This analysis will compare different text representations with simple sklearn linear and ensemble classifiers. The basis of all the text representations tested in this analysis is the sklearn vectorizer. The performance of these representations were tested in the previous post, and so the best performing methods from that analysis will be analyzed to determine which features (i.e. tokens or words) contribute to the decision to classify something as accountability. This will give further understanding into which method of text representation is most suitable for this task.

Recap of Performance Results

The most notable effect on performance from the various representations was that character based consistently performed higher than other methods.

In the comparison of classifiers, it is clear overall the linear methods perform best, and the balanced linear classifiers was slightly better in most cases.

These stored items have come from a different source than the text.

import { useState, type FormEvent } from 'react';
import { Alert, Button, Input, SimpleGrid, Stack } from '@chakra-ui/react';
import { PASSWORD_MIN_LENGTH, ROLE_LABELS, ROLES, type CatapultView, type Role, type SquadronView, type UserView } from '@catline/contracts';
import { FormField } from '../../../components/form-field.js';
import { SelectInput } from '../../../components/select-field.js';
import { errorMessage } from '../../../lib/api-error.js';
import { useCreateUser } from '../api/create-user.js';

const blank = { name: '', email: '', role: 'observer' as Role, password: '', catapultId: '', squadronId: '' };
type Values = typeof blank;
type Errors = Partial<Record<keyof Values, string>>;

export const roleChoices = ROLES.map((role) => ({ value: role, label: ROLE_LABELS[role] }));

export function UserForm({ catapults, squadrons }: { catapults: CatapultView[]; squadrons: SquadronView[] }) {
  const create = useCreateUser();
  const [values, setValues] = useState(blank);
  const [errors, setErrors] = useState<Errors>({});
  const [created, setCreated] = useState<{ user: UserView; invited: boolean } | null>(null);
  const set = <K extends keyof Values>(field: K, value: Values[K]) => setValues((current) => ({ ...current, [field]: value }));

  const submit = (event: FormEvent) => {
    event.preventDefault();
    const found: Errors = {
      name: values.name.trim() ? undefined : 'Enter the name.',
      email: /^[^\s@]+@[^\s@]+\.[^\s@]+$/.test(values.email.trim()) ? undefined : 'Enter an e-mail address.',
      password: values.password === '' || values.password.length >= PASSWORD_MIN_LENGTH ? undefined : `At least ${PASSWORD_MIN_LENGTH} characters, or leave it empty to send an invitation.`,
      catapultId: values.role === 'catapult_officer' && !values.catapultId ? 'A catapult officer runs one catapult: pick it.' : undefined,
    };
    setErrors(found);
    if (Object.values(found).some(Boolean)) return;
    setCreated(null);
    create.mutate(
      {
        name: values.name.trim(),
        email: values.email.trim(),
        role: values.role,
        password: values.password === '' ? undefined : values.password,
        catapultId: values.role === 'catapult_officer' ? Number(values.catapultId) : undefined,
        squadronId: values.role === 'pilot' && values.squadronId ? Number(values.squadronId) : undefined,
      },
      {
        onSuccess: (user) => {
          setCreated({ user, invited: values.password === '' });
          setValues(blank);
        },
      },
    );
  };

  return (
    <form onSubmit={submit} noValidate aria-label="Add a person">
      <Stack gap="3">
        {create.isError && (
          <Alert.Root status="error" colorPalette="nogo" role="alert">
            <Alert.Indicator />
            <Alert.Title>{errorMessage(create.error)}</Alert.Title>
          </Alert.Root>
        )}
        {created && (
          <Alert.Root status="success" colorPalette="go" role="status" data-testid="person-added">
            <Alert.Indicator />
            <Alert.Content>
              <Alert.Title>{created.invited ? 'Invitation sent' : `${created.user.name} added`}</Alert.Title>
              <Alert.Description>
                {created.invited
                  ? `${created.user.name} gets an e-mail at ${created.user.email} with a link to choose a password. The link works once.`
                  : 'They can sign in with the first password you gave them.'}
              </Alert.Description>
            </Alert.Content>
          </Alert.Root>
        )}
        <SimpleGrid columns={{ base: 1, sm: 2, lg: 3 }} gap="3">
          <FormField label="Name" error={errors.name} required>
            <Input value={values.name} onChange={(event) => set('name', event.currentTarget.value)} />
          </FormField>
          <FormField label="E-mail" error={errors.email} required>
            <Input type="email" value={values.email} onChange={(event) => set('email', event.currentTarget.value)} />
          </FormField>
          <FormField label="First password" error={errors.password} helper="Leave empty to e-mail them an invitation to choose their own.">
            <Input type="password" autoComplete="new-password" value={values.password} onChange={(event) => set('password', event.currentTarget.value)} />
          </FormField>
          <FormField label="Role" required>
            <SelectInput value={values.role} onChange={(value) => set('role', value as Role)} choices={roleChoices} />
          </FormField>
          {values.role === 'catapult_officer' && (
            <FormField label="Catapult" error={errors.catapultId} required>
              <SelectInput value={values.catapultId} onChange={(value) => set('catapultId', value)} placeholder="Pick a catapult" choices={catapults.map((catapult) => ({ value: String(catapult.id), label: `Cat ${catapult.number} (${catapult.position})` }))} />
            </FormField>
          )}
          {values.role === 'pilot' && (
            <FormField label="Squadron">
              <SelectInput value={values.squadronId} onChange={(value) => set('squadronId', value)} placeholder="No squadron" choices={squadrons.map((squadron) => ({ value: String(squadron.id), label: `${squadron.code} · ${squadron.name}` }))} />
            </FormField>
          )}
        </SimpleGrid>
        <Button type="submit" colorPalette="accent" alignSelf="flex-start" loading={create.isPending}>
          Add person
        </Button>
      </Stack>
    </form>
  );
}
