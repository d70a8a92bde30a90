"""Writes the invented job-coaching data set of the interoperability corpus.

Usage: gen_data.py OUT.csv [--rows N] [--seed S]

The truth: earnings = 100 + 20*coached + 15*coached*(client_type ==
"returning") + 0.8*baseline + noise (sd 12), rounded to 2 decimals. The
columns beyond the base ones feed particular families:

  hours_a, hours_b  two parts of hours (hours_a whole, hours_b in halves, so
                    hours_a + hours_b == hours exactly in binary floating
                    point)
  earnings_raw      earnings before rounding, 6 decimals, never a tie at
                    the third decimal: ROUND(earnings_raw, 2) == earnings
  visit_date        2024-03-05 for row 1, later dates after
  consented         TRUE/FALSE, used by no model
"""

import argparse
import csv
import datetime as dt
import random
from decimal import Decimal, ROUND_HALF_UP

SITES = ["Northgate", "Riverside", "Hillcrest", "Eastfield", "Lakeview",
         "Westbrook"]


def make(n, seed):
    rnd = random.Random(seed)
    # Balanced design: half new, half returning; half of each coached.
    types = ["new"] * (n // 2) + ["returning"] * (n - n // 2)
    rnd.shuffle(types)
    coached = [0] * n
    for t in ("new", "returning"):
        idx = [i for i in range(n) if types[i] == t]
        rnd.shuffle(idx)
        for i in idx[: len(idx) // 2]:
            coached[i] = 1
    rows = []
    day = dt.date(2024, 3, 5)
    for i in range(n):
        baseline = round(rnd.uniform(150, 450), 2)
        baseline_d = Decimal(f"{baseline:.2f}")
        hours_a = rnd.randint(4, 20)
        hours_b = rnd.randint(0, 16) / 2
        ret = 1 if types[i] == "returning" else 0
        c = coached[i]
        while True:
            noise = rnd.gauss(0, 12)
            raw = (Decimal(100) + 20 * c + 15 * c * ret
                   + Decimal("0.8") * baseline_d
                   + Decimal(f"{noise:.6f}")).quantize(Decimal("0.000001"))
            # keep clear of a tie at the third decimal
            frac = (raw * 1000) % 10
            if abs(frac - 5) > Decimal("0.01") and raw > 0:
                break
        earnings = raw.quantize(Decimal("0.01"), rounding=ROUND_HALF_UP)
        if i > 0:
            day = day + dt.timedelta(days=rnd.randint(0, 3))
        rows.append({
            "client_id": 1001 + i,
            "site": SITES[rnd.randrange(len(SITES))],
            "client_type": types[i],
            "coached": c,
            "baseline": f"{baseline_d}",
            "hours_a": hours_a,
            "hours_b": f"{hours_b:g}",
            "hours": f"{hours_a + hours_b:g}",
            "earnings": f"{earnings}",
            "earnings_raw": f"{raw}",
            "visit_date": day.isoformat(),
            "consented": "TRUE" if rnd.random() < 0.85 else "FALSE",
        })
    return rows


FIELDS = ["client_id", "site", "client_type", "coached", "baseline",
          "hours_a", "hours_b", "hours", "earnings", "earnings_raw",
          "visit_date", "consented"]


def main():
    ap = argparse.ArgumentParser()
    ap.add_argument("out")
    ap.add_argument("--rows", type=int, default=60)
    ap.add_argument("--seed", type=int, default=20240305)
    a = ap.parse_args()
    rows = make(a.rows, a.seed)
    with open(a.out, "w", newline="", encoding="utf-8") as f:
        w = csv.DictWriter(f, fieldnames=FIELDS, lineterminator="\n")
        w.writeheader()
        w.writerows(rows)


if __name__ == "__main__":
    main()
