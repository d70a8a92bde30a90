#!/usr/bin/env bash
# Makes the interoperability corpus: the same invented data set written by
# every workbook writer this Debian 12 machine can install, one family of
# features per file, with manifest.json saying what a correct reader must
# get (expected fits from statsmodels, not from Slopewise).
#
# Usage: scripts/interop/make_corpus.sh [--out DIR] [--big DIR | --no-big]
#                                       [--writeback BIN]
#   --out DIR        where the corpus goes (default testdata/interop)
#   --big DIR        where the two 50,000-row files and their manifest go
#                    (default: a new temporary directory; never committed)
#   --no-big         skip the 50,000-row files
#   --writeback BIN  afterwards, run BIN (the slopewise command-line
#                    program) on a copy of every file and check what it
#                    wrote back (scripts/interop/writeback.py)
#
# It installs nothing. What it needs, and how to get it:
#   apt-get install python3-openpyxl python3-xlsxwriter python3-statsmodels \
#     python3-pandas python3-numpy libreoffice-calc-nogui python3-uno gnumeric
#   (cd scripts/interop && npm ci)
set -euo pipefail

here="$(cd "$(dirname "$0")" && pwd)"
repo="$(cd "$here/../.." && pwd)"
out="$repo/testdata/interop"
big=""
nobig=0
writeback=""
while [ $# -gt 0 ]; do
  case "$1" in
    --out) out="$2"; shift 2 ;;
    --big) big="$2"; shift 2 ;;
    --no-big) nobig=1; shift ;;
    --writeback) writeback="$2"; shift 2 ;;
    -h|--help) sed -n '2,21p' "$0"; exit 0 ;;
    *) echo "make_corpus.sh: unknown argument $1" >&2; exit 2 ;;
  esac
done

# Debian's python3, not a python from PATH: the writers and statsmodels are
# Debian's packages.
PY=/usr/bin/python3
missing=()
[ -x "$PY" ] || missing+=("/usr/bin/python3 (apt-get install python3)")
if [ -x "$PY" ]; then
  for m in openpyxl:python3-openpyxl xlsxwriter:python3-xlsxwriter statsmodels:python3-statsmodels \
           pandas:python3-pandas numpy:python3-numpy uno:python3-uno; do
    "$PY" -s -c "import ${m%%:*}" 2>/dev/null || missing+=("python module ${m%%:*} (apt-get install ${m##*:})")
  done
fi
command -v soffice >/dev/null || missing+=("soffice (apt-get install libreoffice-calc-nogui)")
command -v ssconvert >/dev/null || missing+=("ssconvert (apt-get install gnumeric)")
command -v node >/dev/null || missing+=("node (apt-get install nodejs npm)")
for p in exceljs xlsx; do
  [ -f "$here/node_modules/$p/package.json" ] || missing+=("node package $p (cd scripts/interop && npm ci)")
done
if [ -n "$writeback" ] && [ ! -x "$writeback" ]; then
  missing+=("the program given to --writeback: $writeback")
fi
if [ ${#missing[@]} -gt 0 ]; then
  echo "make_corpus.sh: missing:" >&2
  printf '  %s\n' "${missing[@]}" >&2
  exit 2
fi

work="$(mktemp -d -t slopewise-interop-XXXXXX)"
trap 'rm -rf "$work"' EXIT
frag="$work/fragments"
mkdir -p "$frag" "$out"
# Start clean: the writers' folders and the manifest are all made here.
rm -rf "$out"/{openpyxl,xlsxwriter,libreoffice,gnumeric,exceljs,sheetjs} "$out/manifest.json"

export INTEROP_OUT="$out" INTEROP_FRAGMENTS="$frag" INTEROP_VBA_BIN="$work/vbaProject.bin"
run() { echo "+ $*"; "$@"; }

run "$PY" -s "$here/gen_data.py" "$out/data.csv" --rows 60 --seed 20240305
run "$PY" -s "$here/w_openpyxl.py"
run "$PY" -s "$here/w_libreoffice.py" "$work/libreoffice"   # before xlsxwriter: the VBA project
run "$PY" -s "$here/w_xlsxwriter.py"
run "$PY" -s "$here/w_gnumeric.py" "$work/gnumeric"
run node "$here/w_exceljs.mjs"
run node "$here/w_sheetjs.mjs"
run "$PY" -s "$here/expected.py" "$frag" "$out/data.csv" "$out/manifest.json"
run "$PY" -s "$here/verify.py" "$frag" "$out" "$out/data.csv" --lo-csv \
  openpyxl/formulas_no_result_used.xlsx xlsxwriter/fullcalc_mixed_zeros.xlsx \
  exceljs/formulas_no_result_shared.xlsx sheetjs/strings_str.xlsx gnumeric/plain_from_csv.xlsx \
  libreoffice/formulas_saved.xlsx
echo "corpus: $(find "$out" -name '*.xls[xm]' | wc -l) workbooks, $(du -sh "$out" | cut -f1) in $out"

if [ "$nobig" = 0 ]; then
  [ -n "$big" ] || big="$(mktemp -d -t slopewise-interop-big-XXXXXX)"
  mkdir -p "$big"
  rm -rf "$big"/{openpyxl,libreoffice} "$big/manifest.json"
  bigfrag="$work/big-fragments"
  mkdir -p "$bigfrag"
  INTEROP_OUT="$big" INTEROP_FRAGMENTS="$bigfrag" run "$PY" -s "$here/gen_data.py" "$big/data.csv" --rows 50000 --seed 20240306
  INTEROP_OUT="$big" INTEROP_FRAGMENTS="$bigfrag" run "$PY" -s "$here/w_big.py" "$work/big"
  run "$PY" -s "$here/expected.py" "$bigfrag" "$big/data.csv" "$big/manifest.json"
  run "$PY" -s "$here/verify.py" "$bigfrag" "$big" "$big/data.csv" --max-bytes 0
  echo "big files: $big"
fi

if [ -n "$writeback" ]; then
  run "$PY" -s "$here/writeback.py" "$writeback" "$out"
fi
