"""Writes the two 50,000-row files of the corpus (not committed).

Usage: w_big.py WORKDIR   (INTEROP_OUT is the big directory, holding its own
                           data.csv; INTEROP_FRAGMENTS a fragments directory)

  openpyxl/big_write_only.xlsx    openpyxl in write_only mode
  libreoffice/big_from_csv.xlsx   LibreOffice headless from data.csv
"""

import os
import subprocess
import sys

import openpyxl
from openpyxl.cell import WriteOnlyCell

sys.path.insert(0, os.path.dirname(os.path.abspath(__file__)))
import common as C  # noqa: E402
import w_libreoffice as LO  # noqa: E402

BASE = ["client_id", "site", "client_type", "coached", "baseline", "hours",
        "earnings"]


def main():
    work = sys.argv[1]
    os.makedirs(work, exist_ok=True)
    rows = C.load_rows(C.data_path())
    n = len(rows)
    fr = C.Fragments("big")

    rel = "openpyxl/big_write_only.xlsx"
    path = os.path.join(C.out_dir(), rel)
    C.ensure_dir(path)
    wb = openpyxl.Workbook(write_only=True)
    ws = wb.create_sheet("Data")
    ws.append(BASE + ["visit_date"])
    for r in rows:
        d = WriteOnlyCell(ws, value=r["visit_date"])
        d.number_format = "yyyy-mm-dd"
        ws.append([r[c] for c in BASE] + [d])
    wb.save(path)
    fr.add(C.entry(
        rel, f"openpyxl {openpyxl.__version__}",
        f"{n} rows written in openpyxl write_only mode",
        checks=[{"column": "visit_date", "row": 1, "date": rows[0]["visit_date"].isoformat()}],
        notes="Streamed rows; strings inline (t=\"inlineStr\"); write_only "
              "mode writes no <dimension> element.",
        verify=[[r"xl/worksheets/sheet1\.xml", r"<dimension", "absent"]]))

    rel = "libreoffice/big_from_csv.xlsx"
    path = os.path.join(C.out_dir(), rel)
    C.ensure_dir(path)
    src = os.path.join(work, "big_from_csv.csv")
    with open(C.data_path(), "rb") as f, open(src, "wb") as g:
        g.write(f.read())
    # CSV import options: comma, double quote, UTF-8, from line 1, no
    # column formats, English (USA), quoted fields not as text, detect
    # special numbers (dates).
    prof = "file://" + os.path.join(work, "lo-profile-big")
    subprocess.run(["soffice", "-env:UserInstallation=" + prof, "--headless", "--norestore",
                    "--infilter=CSV:44,34,76,1,,1033,false,true",
                    "--convert-to", "xlsx:Calc MS Excel 2007 XML",
                    "--outdir", os.path.dirname(path), src],
                   check=True, stdout=subprocess.DEVNULL, stderr=subprocess.DEVNULL)
    fr.add(C.entry(
        rel, LO.lo_version(), f"{n} rows of CSV saved as xlsx by LibreOffice headless",
        checks=[{"column": "visit_date", "row": 1, "date": rows[0]["visit_date"].isoformat()}],
        notes="Imported with CSV:44,34,76,1,,1033,false,true (dates detected); "
              "consented TRUE/FALSE become the numbers 1/0.",
        verify=[[r"xl/workbook\.xml", r'<fileVersion appName="Calc"/>', "present"]]))
    fr.save()


if __name__ == "__main__":
    main()
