xlsxwriter never computes a formula: without a value it saves <v>0</v>, and
every workbook it writes carries <calcPr fullCalcOnLoad="1"/>. The .xlsm
file needs a vbaProject.bin: the one LibreOffice wrote into its own .xlsm
(INTEROP_VBA_BIN); without it that file is skipped.
"""

import os
import sys

import xlsxwriter

sys.path.insert(0, os.path.dirname(os.path.abspath(__file__)))
import common as C  # noqa: E402

WRITER = f"xlsxwriter {xlsxwriter.__version__}"
BASE = ["client_id", "site", "client_type", "coached", "baseline", "hours",
        "earnings"]


def open_wb(rel, **opts):
    path = os.path.join(C.out_dir(), rel)
    C.ensure_dir(path)
    wb = xlsxwriter.Workbook(path, opts)
    wb.set_properties({"author": "interop corpus", "created": C.DOC_TIME})
    return wb


def write_block(ws, rows, cols, top=0, left=0, writers=None):
    """Header at 0-based row `top`, data below. writers[col](ws, r, c, row)."""
    writers = writers or {}
    for j, c in enumerate(cols):
        ws.write_string(top, left + j, c)
    for i, r in enumerate(rows, start=1):
        for j, c in enumerate(cols):
            w = writers.get(c)
            if w:
                w(ws, top + i, left + j, r)
            else:
                ws.write(top + i, left + j, r[c])
    return top + len(rows)
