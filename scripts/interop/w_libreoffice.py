"""Writes the LibreOffice files of the interoperability corpus.

Each workbook starts as a flat OpenDocument spreadsheet (.fods) written
here, which LibreOffice headless loads and saves with its Office Open XML
filter ("Calc MS Excel 2007 XML"); LibreOffice computes every formula and
saves the results. The .xlsm is made through LibreOffice's UNO bridge: the
.fods is loaded, a Basic module in VBA compatibility mode is added, and the
document is stored with "Calc MS Excel 2007 VBA XML", which writes
xl/vbaProject.bin; a copy of that file is left at INTEROP_VBA_BIN for the
xlsxwriter script.

Usage: w_libreoffice.py WORKDIR       (WORKDIR: a scratch directory)
"""

import datetime as dt
import os
import subprocess
import sys
import time
import zipfile
from xml.sax.saxutils import escape, quoteattr

sys.path.insert(0, os.path.dirname(os.path.abspath(__file__)))
import common as C  # noqa: E402

BASE = ["client_id", "site", "client_type", "coached", "baseline", "hours",
        "earnings"]


def lo_version():
    out = subprocess.run(["soffice", "--version"], capture_output=True,
                         text=True, check=True).stdout.strip()
    # "LibreOffice 7.4.7.2 40(Build:2)"
    return " ".join(out.split()[:2])


NS = ('xmlns:office="urn:oasis:names:tc:opendocument:xmlns:office:1.0" '
      'xmlns:style="urn:oasis:names:tc:opendocument:xmlns:style:1.0" '
      'xmlns:text="urn:oasis:names:tc:opendocument:xmlns:text:1.0" '
      'xmlns:table="urn:oasis:names:tc:opendocument:xmlns:table:1.0" '
      'xmlns:number="urn:oasis:names:tc:opendocument:xmlns:datastyle:1.0" '
      'xmlns:fo="urn:oasis:names:tc:opendocument:xmlns:xsl-fo-compatible:1.0" '
      'xmlns:dc="http://purl.org/dc/elements/1.1/" '
      'xmlns:meta="urn:oasis:names:tc:opendocument:xmlns:meta:1.0" '
      'xmlns:of="urn:oasis:names:tc:opendocument:xmlns:of:1.2" '
      'xmlns:ooo="http://openoffice.org/2004/office"')

STYLES = """<office:automatic-styles>
 <number:date-style style:name="N1"><number:year number:style="long"/><number:text>-</number:text><number:month number:style="long"/><number:text>-</number:text><number:day number:style="long"/></number:date-style>
 <style:style style:name="cdate" style:family="table-cell" style:data-style-name="N1"/>
 <style:style style:name="ctitle" style:family="table-cell"><style:text-properties fo:font-weight="bold" fo:font-size="14pt"/></style:style>
</office:automatic-styles>"""


class Cell:
    def __init__(self, value=None, kind=None, formula=None, style=None,
                 span=1, note=None, validation=None):
        self.value, self.kind, self.formula = value, kind, formula
        self.style, self.span, self.note = style, span, note
        self.validation = validation

    def xml(self):
        a = []
        if self.style:
            a.append(f'table:style-name="{self.style}"')
        if self.span > 1:
            a.append(f'table:number-columns-spanned="{self.span}" table:number-rows-spanned="1"')
        if self.validation:
            a.append(f'table:content-validation-name="{self.validation}"')
        if self.formula:
            a.append("table:formula=" + quoteattr("of:" + self.formula))
        v, k = self.value, self.kind
        body = ""
        if self.note:
            body += ('<office:annotation><dc:creator>Evaluator</dc:creator>'
                     f'<text:p>{escape(self.note)}</text:p></office:annotation>')
        if self.formula:
            pass
        elif v is None:
            pass
        elif k == "string" or isinstance(v, str):
            a.append('office:value-type="string"')
            body += f"<text:p>{escape(str(v))}</text:p>"
        elif k == "date":
            a.append(f'office:value-type="date" office:date-value="{v.isoformat()}"')
            body += f"<text:p>{v.isoformat()}</text:p>"
        elif isinstance(v, bool):
            a.append(f'office:value-type="boolean" office:boolean-value="{str(v).lower()}"')
            body += f"<text:p>{'TRUE' if v else 'FALSE'}</text:p>"
        else:
            a.append(f'office:value-type="float" office:value="{v!r}"')
            body += f"<text:p>{v!r}</text:p>"
        s = "<table:table-cell " + " ".join(a) + ">" + body + "</table:table-cell>"
        s += "<table:covered-table-cell/>" * (self.span - 1)
        return s


class Sheet:
    def __init__(self, name):
        self.name = name
        self.rows = []  # list of (cells, hidden)
        self.hidden_cols = set()
        self.ncols = 0

    def row(self, cells, hidden=False):
        self.rows.append((cells, hidden))
        self.ncols = max(self.ncols, sum(c.span for c in cells))

    def xml(self):
        out = [f"<table:table table:name={quoteattr(self.name)}>"]
        for j in range(max(self.ncols, 1)):
            vis = ' table:visibility="collapse"' if j in self.hidden_cols else ""
            out.append(f"<table:table-column{vis}/>")
        for cells, hidden in self.rows:
            vis = ' table:visibility="collapse"' if hidden else ""
            out.append(f"<table:table-row{vis}>" + "".join(c.xml() for c in cells)
                       + "</table:table-row>")
        out.append("</table:table>")
        return "".join(out)


def document(sheets, null_date=None, validations="", db_ranges=""):
    calc = ""
    if null_date:
        calc = (f'<table:calculation-settings><table:null-date '
                f'table:date-value="{null_date}"/></table:calculation-settings>')
    return (f'<?xml version="1.0" encoding="UTF-8"?>\n<office:document {NS} '
            'office:version="1.2" office:mimetype="application/vnd.oasis.opendocument.spreadsheet">'
            '<office:meta><meta:generator>slopewise interop corpus</meta:generator></office:meta>'
            f"{STYLES}<office:body><office:spreadsheet>{calc}{validations}"
            + "".join(s.xml() for s in sheets)
            + f"{db_ranges}</office:spreadsheet></office:body></office:document>\n")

Analysis of Features on performance

The following analysis will demonstrate which features contributed the most to the classification decision with various different representations. This can give an indication why some methods may be performing better that others, and also to see if the good performing methods have features that seem to related to the topic of accountability.

Unigrams, Balanced

In the case of unigram, and balanced cost function, the features seem like they have some coherence with the topic of accountability, though do contain some event specific terms, such as the name “hornaday”, that is most prevalent in a specific set of articles. This indicates that this representation seems like it would not generalize as well to new events.

Positive Features

Weight Feature
+11.159 hornaday
+10.813 counsellor
+10.489 bullied
+10.130 rage
+9.911 ugly
+9.760 counselor
+9.615 sprees
+8.979 science

Negative Features

Weight Feature
-8.918 massacred
-9.079 camera
-9.144 marquez
-9.147 stringent
-9.266 animals
-9.279 proposed
-9.763 bills
-9.897 apple
-10.262 undergo
-10.303 peace
-11.353 proposals
-13.895 caption

Unigrams, Unbalanced

This representation seems to clearly demonstrate meaning related to accountability, with both the terms “blame” and “blamed” in the top most relevant terms to predict as positive for accountability. This may be indicating that despite the slightly higher performance in f-score from the balanced classifier, the unbalanced may actually be giving more meaningful results.

Positive Features

Weight Feature
+5.122 blame
+4.720 culture
+4.605 blamed
+4.453 shall
+4.126 misogyny
+4.097 counselor
+4.040 rage
+3.882 senselessness
+3.868 isolated
+3.841 hornaday
+3.795 void
+3.795 bullied
+3.788 videos
+3.727 none
+3.686 illness
+3.664 failure
+3.622 counsellor

Negative features

Weight Feature
-3.843 bmw
-3.935 students
-4.184 caption

Balanced, Character Based

The balanced character based was the best performing representation, though this is perplexing when analyzing the feature importances for the classifier. The features are not easily interpretable, and do not seem to clearly convey meaning.

Positive Features

Weight Feature
+19.469 e? 
+19.191 s? 
+17.221 n? 
+16.696 a? 
+14.978 fame
+13.483 tered.
+13.476 ak
+12.957 ndw
+11.972  be.
+11.777 war,
+11.760 var
+11.499 u.
+11.329 wild
+11.228 se. 
+11.153 fame
+10.631 od. 

Negative Features

Weight Feature
-11.270 spa
-11.304  6 
-12.947  work 
-13.294 ?” 

Balanced, Tri-grams

For classifiers incorporating 1-3 ngrams, the results are similar to the unbalanced unigram results. This method also did have a fairly good performance in f-score.

Positive Features

Weight? Feature
+10.839 blame
+8.991 in other
+8.746 know this
+8.640 knew he
+8.603 jaylen
+8.571 blamed
+8.456 motives
+8.343 culture
+8.291 believe the
+8.232 fame
+8.226 hornaday
+8.069 he doesn
+8.020 teens
+7.797 women

Negative features

Weight Feature
-7.655 marquez
-7.663 apple
-7.784 who was
-7.974 jaylen fryberg
-8.451 yes
-10.954 caption

Conclusions

Methods that have the highest performance in f-score on the current datasets, do not necessarily have the best performance for generalizing to future unseen articles. To assess if the classifiers are capturing something meaningful, feature analysis is vary useful. From this analysis of feature importance, we can see that the highest performing methods: character based and balanced, are not capturing meaningful features specific to accountability. It seems from this analysis that unigrams and tri-grams methods were the capturing best meaning in the features.